Exercise details: Among the entries below, one line contains "vs exact (lumped" and another contains "in ivp else". Transcribe those two lines and every line between them, exactly.

Exercise data:
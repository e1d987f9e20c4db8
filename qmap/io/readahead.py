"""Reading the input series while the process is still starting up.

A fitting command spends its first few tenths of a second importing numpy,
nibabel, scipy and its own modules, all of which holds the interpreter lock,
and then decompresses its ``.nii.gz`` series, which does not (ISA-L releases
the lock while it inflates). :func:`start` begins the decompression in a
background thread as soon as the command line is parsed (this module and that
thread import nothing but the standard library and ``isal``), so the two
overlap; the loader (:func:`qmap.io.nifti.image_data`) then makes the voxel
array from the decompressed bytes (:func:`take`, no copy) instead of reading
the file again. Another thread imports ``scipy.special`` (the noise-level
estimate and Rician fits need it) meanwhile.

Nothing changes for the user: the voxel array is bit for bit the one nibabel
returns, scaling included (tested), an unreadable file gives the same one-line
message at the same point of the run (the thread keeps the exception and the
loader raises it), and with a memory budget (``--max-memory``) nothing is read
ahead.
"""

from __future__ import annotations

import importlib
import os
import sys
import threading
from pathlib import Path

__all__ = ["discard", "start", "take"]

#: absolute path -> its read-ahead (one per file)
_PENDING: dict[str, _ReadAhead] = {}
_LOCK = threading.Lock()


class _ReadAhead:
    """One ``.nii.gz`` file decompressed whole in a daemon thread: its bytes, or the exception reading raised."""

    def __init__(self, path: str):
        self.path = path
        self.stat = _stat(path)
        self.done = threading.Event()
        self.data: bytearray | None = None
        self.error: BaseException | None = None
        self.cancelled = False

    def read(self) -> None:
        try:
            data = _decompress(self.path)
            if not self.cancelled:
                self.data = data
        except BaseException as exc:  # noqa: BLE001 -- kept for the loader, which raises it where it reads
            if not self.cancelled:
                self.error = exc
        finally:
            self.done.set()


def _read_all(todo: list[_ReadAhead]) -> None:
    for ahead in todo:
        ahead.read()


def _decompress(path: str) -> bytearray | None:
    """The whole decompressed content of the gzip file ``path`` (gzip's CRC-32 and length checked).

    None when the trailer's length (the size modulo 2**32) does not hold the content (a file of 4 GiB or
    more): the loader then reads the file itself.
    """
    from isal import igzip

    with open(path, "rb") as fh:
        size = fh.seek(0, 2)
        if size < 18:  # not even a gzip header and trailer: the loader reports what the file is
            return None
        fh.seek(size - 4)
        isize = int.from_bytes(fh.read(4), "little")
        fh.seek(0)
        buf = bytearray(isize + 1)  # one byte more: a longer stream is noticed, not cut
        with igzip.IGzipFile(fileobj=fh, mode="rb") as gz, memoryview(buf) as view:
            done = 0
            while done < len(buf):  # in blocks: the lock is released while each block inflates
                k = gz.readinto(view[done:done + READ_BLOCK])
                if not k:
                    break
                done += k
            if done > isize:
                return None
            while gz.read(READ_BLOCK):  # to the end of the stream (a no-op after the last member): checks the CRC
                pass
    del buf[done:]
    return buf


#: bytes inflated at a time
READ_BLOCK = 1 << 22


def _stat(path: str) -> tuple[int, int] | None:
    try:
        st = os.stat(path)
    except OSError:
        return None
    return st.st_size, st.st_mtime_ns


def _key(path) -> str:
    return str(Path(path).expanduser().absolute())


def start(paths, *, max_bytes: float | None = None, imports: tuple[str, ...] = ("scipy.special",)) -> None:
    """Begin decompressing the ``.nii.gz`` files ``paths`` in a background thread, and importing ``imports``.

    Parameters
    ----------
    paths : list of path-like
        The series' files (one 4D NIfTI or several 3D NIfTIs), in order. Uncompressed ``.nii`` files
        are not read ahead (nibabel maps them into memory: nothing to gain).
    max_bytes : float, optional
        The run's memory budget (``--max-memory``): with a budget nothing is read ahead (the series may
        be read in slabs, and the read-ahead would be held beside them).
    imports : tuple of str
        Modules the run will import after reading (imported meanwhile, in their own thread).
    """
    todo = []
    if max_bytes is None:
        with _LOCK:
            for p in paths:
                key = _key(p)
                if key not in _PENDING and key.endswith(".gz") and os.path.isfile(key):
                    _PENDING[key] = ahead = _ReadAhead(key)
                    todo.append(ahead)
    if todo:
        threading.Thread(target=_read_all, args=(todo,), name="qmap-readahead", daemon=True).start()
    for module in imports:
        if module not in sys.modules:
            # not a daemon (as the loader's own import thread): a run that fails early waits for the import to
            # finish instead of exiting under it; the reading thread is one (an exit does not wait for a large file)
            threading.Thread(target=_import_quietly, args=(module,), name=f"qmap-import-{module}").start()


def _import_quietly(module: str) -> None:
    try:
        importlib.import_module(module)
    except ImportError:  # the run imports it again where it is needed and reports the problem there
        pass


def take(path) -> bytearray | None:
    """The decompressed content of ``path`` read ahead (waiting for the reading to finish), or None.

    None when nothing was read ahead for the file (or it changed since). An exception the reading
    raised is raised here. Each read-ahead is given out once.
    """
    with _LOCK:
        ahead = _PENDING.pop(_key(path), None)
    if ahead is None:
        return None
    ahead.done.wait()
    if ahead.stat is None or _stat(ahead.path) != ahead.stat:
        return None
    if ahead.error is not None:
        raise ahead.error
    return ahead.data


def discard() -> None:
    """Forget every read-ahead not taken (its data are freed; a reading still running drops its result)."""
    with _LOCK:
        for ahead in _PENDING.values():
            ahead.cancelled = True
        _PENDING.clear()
---
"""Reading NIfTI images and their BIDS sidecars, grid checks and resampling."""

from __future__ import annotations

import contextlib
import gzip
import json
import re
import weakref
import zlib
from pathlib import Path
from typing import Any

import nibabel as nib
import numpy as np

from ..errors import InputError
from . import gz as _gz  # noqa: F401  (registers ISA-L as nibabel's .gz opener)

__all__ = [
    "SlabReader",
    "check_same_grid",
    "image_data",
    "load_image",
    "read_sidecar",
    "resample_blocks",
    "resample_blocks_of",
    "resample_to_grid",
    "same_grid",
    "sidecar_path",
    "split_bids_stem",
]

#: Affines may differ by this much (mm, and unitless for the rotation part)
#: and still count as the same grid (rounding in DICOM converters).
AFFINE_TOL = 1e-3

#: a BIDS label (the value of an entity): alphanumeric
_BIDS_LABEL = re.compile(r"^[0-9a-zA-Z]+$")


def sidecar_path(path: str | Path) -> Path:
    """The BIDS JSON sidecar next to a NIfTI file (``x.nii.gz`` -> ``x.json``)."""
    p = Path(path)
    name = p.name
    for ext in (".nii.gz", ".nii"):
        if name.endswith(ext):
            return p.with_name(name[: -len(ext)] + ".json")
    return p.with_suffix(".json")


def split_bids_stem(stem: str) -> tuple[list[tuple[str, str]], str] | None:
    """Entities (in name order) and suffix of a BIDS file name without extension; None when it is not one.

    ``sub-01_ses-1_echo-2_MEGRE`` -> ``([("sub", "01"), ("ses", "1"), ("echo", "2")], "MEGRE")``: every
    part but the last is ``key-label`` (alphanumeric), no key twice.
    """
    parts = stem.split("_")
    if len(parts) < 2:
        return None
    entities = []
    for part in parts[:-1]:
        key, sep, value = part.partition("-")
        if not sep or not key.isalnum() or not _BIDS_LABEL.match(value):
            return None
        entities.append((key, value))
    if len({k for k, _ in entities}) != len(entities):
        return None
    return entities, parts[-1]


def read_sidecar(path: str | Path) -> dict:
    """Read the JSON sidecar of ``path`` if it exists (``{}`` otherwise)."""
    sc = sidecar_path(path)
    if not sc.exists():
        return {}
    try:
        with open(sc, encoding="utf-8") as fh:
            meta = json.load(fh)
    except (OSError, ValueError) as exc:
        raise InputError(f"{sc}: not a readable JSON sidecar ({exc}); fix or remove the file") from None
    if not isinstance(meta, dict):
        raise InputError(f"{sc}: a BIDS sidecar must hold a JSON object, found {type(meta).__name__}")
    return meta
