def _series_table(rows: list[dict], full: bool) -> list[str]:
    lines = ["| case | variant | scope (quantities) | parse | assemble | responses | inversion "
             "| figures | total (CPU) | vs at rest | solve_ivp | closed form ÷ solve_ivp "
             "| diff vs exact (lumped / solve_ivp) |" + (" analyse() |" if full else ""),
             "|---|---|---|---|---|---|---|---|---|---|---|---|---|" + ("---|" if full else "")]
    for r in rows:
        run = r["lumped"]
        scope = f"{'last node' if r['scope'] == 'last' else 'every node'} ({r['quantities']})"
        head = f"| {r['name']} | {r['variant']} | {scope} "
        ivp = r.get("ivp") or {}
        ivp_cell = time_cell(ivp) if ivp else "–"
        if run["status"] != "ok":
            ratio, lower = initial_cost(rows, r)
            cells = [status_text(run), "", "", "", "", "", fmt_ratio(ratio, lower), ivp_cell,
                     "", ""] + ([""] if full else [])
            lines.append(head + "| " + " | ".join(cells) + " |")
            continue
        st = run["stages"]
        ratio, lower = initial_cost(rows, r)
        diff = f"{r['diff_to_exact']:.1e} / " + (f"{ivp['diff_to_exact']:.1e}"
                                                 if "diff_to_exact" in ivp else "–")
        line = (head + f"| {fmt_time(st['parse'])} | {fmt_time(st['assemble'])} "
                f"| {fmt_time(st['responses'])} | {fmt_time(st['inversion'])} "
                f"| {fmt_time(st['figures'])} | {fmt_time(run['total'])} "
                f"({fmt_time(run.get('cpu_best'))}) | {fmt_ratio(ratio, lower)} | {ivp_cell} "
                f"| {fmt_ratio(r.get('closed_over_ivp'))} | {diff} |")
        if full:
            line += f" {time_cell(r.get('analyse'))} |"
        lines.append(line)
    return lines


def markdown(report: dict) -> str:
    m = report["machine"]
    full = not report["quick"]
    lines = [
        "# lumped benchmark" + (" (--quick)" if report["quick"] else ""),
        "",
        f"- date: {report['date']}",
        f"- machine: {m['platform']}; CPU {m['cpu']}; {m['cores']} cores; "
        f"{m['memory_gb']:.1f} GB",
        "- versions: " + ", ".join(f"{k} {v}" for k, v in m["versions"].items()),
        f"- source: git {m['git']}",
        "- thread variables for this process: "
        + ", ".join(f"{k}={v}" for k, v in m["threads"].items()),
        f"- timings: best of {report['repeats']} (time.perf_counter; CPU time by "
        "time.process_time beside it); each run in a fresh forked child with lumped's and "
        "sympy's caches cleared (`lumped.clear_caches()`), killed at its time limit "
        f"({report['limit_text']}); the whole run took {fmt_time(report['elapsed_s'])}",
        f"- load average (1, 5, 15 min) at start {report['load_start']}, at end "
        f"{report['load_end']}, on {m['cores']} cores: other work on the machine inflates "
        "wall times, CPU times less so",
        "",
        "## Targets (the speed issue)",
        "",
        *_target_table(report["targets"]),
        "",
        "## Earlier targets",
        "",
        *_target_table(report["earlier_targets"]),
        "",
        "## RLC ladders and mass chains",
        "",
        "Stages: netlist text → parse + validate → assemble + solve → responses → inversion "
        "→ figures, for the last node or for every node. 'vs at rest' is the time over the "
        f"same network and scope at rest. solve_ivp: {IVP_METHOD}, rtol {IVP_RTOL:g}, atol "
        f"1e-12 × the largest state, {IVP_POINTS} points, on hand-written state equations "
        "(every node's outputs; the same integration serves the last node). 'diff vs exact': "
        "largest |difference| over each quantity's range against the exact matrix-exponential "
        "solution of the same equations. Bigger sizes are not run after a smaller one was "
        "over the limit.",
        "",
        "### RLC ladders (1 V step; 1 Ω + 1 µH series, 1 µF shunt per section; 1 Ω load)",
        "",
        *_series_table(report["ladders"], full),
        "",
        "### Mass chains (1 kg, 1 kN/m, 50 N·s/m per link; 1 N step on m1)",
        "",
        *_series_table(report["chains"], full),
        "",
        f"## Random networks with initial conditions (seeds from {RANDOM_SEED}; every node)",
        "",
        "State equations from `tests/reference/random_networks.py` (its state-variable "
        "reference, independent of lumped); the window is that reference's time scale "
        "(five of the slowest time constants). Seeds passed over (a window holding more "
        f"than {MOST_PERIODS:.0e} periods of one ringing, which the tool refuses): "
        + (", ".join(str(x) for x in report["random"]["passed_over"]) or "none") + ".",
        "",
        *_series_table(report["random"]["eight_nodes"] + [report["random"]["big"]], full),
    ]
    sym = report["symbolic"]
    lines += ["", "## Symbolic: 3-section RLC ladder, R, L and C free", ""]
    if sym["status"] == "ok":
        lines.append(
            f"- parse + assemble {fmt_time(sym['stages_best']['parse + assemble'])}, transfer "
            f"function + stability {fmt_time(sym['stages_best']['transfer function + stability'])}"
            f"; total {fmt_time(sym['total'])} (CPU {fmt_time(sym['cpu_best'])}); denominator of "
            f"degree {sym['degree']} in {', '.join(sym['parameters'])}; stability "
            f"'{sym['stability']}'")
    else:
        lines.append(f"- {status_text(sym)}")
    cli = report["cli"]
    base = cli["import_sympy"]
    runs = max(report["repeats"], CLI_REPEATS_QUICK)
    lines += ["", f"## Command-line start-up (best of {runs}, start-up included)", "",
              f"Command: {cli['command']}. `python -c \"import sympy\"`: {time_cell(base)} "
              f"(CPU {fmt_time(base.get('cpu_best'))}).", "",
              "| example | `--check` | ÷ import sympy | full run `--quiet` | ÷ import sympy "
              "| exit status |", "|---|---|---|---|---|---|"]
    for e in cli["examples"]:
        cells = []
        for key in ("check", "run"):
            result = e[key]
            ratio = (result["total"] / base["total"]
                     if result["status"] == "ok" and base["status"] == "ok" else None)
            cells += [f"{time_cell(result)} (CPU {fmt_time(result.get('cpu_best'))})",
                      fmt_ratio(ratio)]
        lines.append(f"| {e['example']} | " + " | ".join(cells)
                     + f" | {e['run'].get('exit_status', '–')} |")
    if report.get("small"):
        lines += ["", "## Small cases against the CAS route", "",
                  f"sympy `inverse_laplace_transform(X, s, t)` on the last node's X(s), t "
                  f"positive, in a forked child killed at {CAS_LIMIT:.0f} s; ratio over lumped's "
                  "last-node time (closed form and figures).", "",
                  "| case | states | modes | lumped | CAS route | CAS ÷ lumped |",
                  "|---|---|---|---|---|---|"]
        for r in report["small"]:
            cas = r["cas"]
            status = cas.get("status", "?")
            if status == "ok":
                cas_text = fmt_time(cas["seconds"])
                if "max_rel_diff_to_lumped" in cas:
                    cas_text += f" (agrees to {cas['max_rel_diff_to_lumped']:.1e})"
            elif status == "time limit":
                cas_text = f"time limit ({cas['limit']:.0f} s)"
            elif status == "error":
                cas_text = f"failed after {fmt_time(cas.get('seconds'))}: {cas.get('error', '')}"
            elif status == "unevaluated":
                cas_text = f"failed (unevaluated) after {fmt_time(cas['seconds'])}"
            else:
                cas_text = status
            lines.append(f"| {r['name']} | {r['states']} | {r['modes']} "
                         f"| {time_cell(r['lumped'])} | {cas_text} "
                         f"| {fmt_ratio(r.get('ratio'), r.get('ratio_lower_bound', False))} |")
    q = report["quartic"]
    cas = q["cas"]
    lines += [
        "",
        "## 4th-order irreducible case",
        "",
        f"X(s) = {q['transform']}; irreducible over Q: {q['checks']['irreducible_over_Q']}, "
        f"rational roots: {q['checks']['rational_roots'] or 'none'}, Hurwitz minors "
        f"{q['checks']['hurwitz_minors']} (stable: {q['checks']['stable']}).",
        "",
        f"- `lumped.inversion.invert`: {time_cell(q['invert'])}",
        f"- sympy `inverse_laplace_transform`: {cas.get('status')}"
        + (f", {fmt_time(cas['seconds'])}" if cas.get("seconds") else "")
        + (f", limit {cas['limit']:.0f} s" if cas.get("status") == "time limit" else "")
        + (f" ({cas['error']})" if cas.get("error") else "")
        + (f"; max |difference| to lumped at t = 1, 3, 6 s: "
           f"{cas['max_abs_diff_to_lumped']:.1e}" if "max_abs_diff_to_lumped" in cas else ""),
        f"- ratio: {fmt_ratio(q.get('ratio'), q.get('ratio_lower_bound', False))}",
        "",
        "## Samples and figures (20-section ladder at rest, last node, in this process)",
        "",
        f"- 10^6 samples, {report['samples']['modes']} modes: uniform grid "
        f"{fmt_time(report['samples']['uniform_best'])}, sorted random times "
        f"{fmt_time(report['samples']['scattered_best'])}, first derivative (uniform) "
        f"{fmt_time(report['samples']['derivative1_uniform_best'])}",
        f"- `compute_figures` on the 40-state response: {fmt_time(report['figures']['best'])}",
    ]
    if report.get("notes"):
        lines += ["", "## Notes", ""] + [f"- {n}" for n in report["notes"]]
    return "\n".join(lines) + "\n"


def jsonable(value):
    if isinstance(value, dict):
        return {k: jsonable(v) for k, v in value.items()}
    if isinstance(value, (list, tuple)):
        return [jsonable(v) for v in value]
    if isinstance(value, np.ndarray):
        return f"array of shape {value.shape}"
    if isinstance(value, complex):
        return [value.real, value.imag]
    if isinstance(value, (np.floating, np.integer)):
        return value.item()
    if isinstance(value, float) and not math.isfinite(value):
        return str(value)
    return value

Task result:
             "| diff vs exact (lumped / solve_ivp) |" + (" analyse() |" if full else ""),
             "|---|---|---|---|---|---|---|---|---|---|---|---|---|" + ("---|" if full else "")]
    for r in rows:
        run = r["lumped"]
        scope = f"{'last node' if r['scope'] == 'last' else 'every node'} ({r['quantities']})"
        head = f"| {r['name']} | {r['variant']} | {scope} "
        ivp = r.get("ivp") or {}
        ivp_cell = time_cell(ivp) if ivp else "–"
        if run["status"] != "ok":
            ratio, lower = initial_cost(rows, r)
            cells = [status_text(run), "", "", "", "", "", fmt_ratio(ratio, lower), ivp_cell,
                     "", ""] + ([""] if full else [])
            lines.append(head + "| " + " | ".join(cells) + " |")
            continue
        st = run["stages"]
        ratio, lower = initial_cost(rows, r)
        diff = f"{r['diff_to_exact']:.1e} / " + (f"{ivp['diff_to_exact']:.1e}"
                                                 if "diff_to_exact" in ivp else "–")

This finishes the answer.